■ WHAT THE EXERCISE ASKS:
Please state the number of lines in the entries below where the word "readFile" appears. Include nothing else.
Segment Start: THE DATA
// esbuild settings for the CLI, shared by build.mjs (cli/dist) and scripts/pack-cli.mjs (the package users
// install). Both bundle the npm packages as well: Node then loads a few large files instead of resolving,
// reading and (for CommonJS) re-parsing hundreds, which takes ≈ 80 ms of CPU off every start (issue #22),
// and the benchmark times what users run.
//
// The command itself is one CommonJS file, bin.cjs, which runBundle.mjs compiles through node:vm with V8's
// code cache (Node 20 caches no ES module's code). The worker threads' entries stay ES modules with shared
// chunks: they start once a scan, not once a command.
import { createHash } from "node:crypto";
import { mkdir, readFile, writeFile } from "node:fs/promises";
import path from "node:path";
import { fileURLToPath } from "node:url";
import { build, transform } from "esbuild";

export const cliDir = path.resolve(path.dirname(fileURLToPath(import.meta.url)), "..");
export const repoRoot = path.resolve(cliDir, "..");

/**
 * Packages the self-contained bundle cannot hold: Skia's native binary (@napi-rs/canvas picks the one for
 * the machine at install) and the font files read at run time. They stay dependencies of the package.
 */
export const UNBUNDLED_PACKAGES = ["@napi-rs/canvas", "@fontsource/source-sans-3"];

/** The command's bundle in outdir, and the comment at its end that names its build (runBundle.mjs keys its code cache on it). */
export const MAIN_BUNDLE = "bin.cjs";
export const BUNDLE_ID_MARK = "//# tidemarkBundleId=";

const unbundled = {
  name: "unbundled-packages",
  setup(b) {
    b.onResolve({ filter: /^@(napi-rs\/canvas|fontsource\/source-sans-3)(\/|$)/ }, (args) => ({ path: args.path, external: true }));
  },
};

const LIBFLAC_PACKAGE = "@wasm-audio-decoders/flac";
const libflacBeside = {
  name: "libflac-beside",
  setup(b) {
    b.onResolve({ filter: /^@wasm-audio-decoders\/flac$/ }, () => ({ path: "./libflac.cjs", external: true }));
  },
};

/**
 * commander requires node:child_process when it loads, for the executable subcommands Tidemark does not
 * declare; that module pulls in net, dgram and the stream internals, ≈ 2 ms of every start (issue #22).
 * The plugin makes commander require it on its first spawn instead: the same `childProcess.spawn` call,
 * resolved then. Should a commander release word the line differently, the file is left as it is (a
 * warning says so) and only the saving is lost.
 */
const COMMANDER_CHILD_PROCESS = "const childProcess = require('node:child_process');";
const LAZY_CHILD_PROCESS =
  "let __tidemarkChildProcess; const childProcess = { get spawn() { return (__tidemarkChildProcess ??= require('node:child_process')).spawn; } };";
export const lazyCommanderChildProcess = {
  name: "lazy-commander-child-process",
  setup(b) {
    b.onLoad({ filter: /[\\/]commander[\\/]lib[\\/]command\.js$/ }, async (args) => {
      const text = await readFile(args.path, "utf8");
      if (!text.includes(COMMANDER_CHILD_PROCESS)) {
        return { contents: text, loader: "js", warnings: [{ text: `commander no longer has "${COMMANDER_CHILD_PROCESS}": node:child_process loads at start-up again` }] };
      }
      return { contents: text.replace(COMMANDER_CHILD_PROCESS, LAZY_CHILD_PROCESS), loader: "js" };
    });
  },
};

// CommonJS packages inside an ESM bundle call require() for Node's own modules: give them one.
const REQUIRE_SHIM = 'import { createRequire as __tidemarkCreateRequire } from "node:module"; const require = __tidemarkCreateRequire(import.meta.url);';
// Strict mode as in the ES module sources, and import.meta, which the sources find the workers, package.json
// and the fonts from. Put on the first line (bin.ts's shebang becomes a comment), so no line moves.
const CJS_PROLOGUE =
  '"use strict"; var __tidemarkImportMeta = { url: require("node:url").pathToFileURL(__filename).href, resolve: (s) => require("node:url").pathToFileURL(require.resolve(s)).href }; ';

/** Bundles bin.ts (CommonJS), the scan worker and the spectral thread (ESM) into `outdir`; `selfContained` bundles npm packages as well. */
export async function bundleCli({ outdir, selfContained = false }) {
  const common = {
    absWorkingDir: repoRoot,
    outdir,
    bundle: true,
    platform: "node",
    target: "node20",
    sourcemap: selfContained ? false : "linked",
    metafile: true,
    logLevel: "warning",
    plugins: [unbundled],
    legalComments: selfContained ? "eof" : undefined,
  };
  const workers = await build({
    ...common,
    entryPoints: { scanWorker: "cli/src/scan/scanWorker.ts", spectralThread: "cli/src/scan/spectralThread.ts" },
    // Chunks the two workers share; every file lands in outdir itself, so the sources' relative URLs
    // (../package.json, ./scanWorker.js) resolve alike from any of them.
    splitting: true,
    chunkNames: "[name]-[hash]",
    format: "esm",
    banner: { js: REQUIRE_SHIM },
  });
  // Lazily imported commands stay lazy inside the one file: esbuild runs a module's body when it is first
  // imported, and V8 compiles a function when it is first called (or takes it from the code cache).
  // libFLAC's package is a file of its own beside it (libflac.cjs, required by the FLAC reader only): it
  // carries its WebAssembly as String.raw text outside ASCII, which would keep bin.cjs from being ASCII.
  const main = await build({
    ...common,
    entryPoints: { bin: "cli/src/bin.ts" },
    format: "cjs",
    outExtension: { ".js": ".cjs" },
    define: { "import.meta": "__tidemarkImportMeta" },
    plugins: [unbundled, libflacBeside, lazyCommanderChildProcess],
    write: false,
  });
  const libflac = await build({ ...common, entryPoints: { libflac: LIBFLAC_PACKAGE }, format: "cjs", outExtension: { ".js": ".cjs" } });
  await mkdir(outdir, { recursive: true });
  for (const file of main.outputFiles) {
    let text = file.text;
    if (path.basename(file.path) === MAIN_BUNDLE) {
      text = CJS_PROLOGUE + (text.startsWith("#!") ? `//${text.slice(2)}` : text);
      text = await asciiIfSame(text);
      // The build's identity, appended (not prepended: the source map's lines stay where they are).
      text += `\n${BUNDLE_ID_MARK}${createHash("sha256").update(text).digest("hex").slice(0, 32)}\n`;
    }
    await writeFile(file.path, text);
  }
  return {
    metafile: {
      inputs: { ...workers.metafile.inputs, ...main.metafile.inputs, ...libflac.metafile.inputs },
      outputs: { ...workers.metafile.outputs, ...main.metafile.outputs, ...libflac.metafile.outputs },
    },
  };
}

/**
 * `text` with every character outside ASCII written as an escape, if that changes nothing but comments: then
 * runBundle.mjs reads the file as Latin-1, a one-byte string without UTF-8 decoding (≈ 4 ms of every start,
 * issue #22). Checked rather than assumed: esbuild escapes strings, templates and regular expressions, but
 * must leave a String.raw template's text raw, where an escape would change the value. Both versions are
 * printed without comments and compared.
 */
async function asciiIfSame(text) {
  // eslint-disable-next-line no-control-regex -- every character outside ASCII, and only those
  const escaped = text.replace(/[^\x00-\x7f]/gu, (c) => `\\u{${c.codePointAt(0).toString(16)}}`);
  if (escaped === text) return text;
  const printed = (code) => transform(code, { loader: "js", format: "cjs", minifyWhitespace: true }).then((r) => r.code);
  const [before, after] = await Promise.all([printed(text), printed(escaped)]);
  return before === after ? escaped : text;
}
Segment End: THE DATA
■ RESULT OF THIS EXERCISE:
2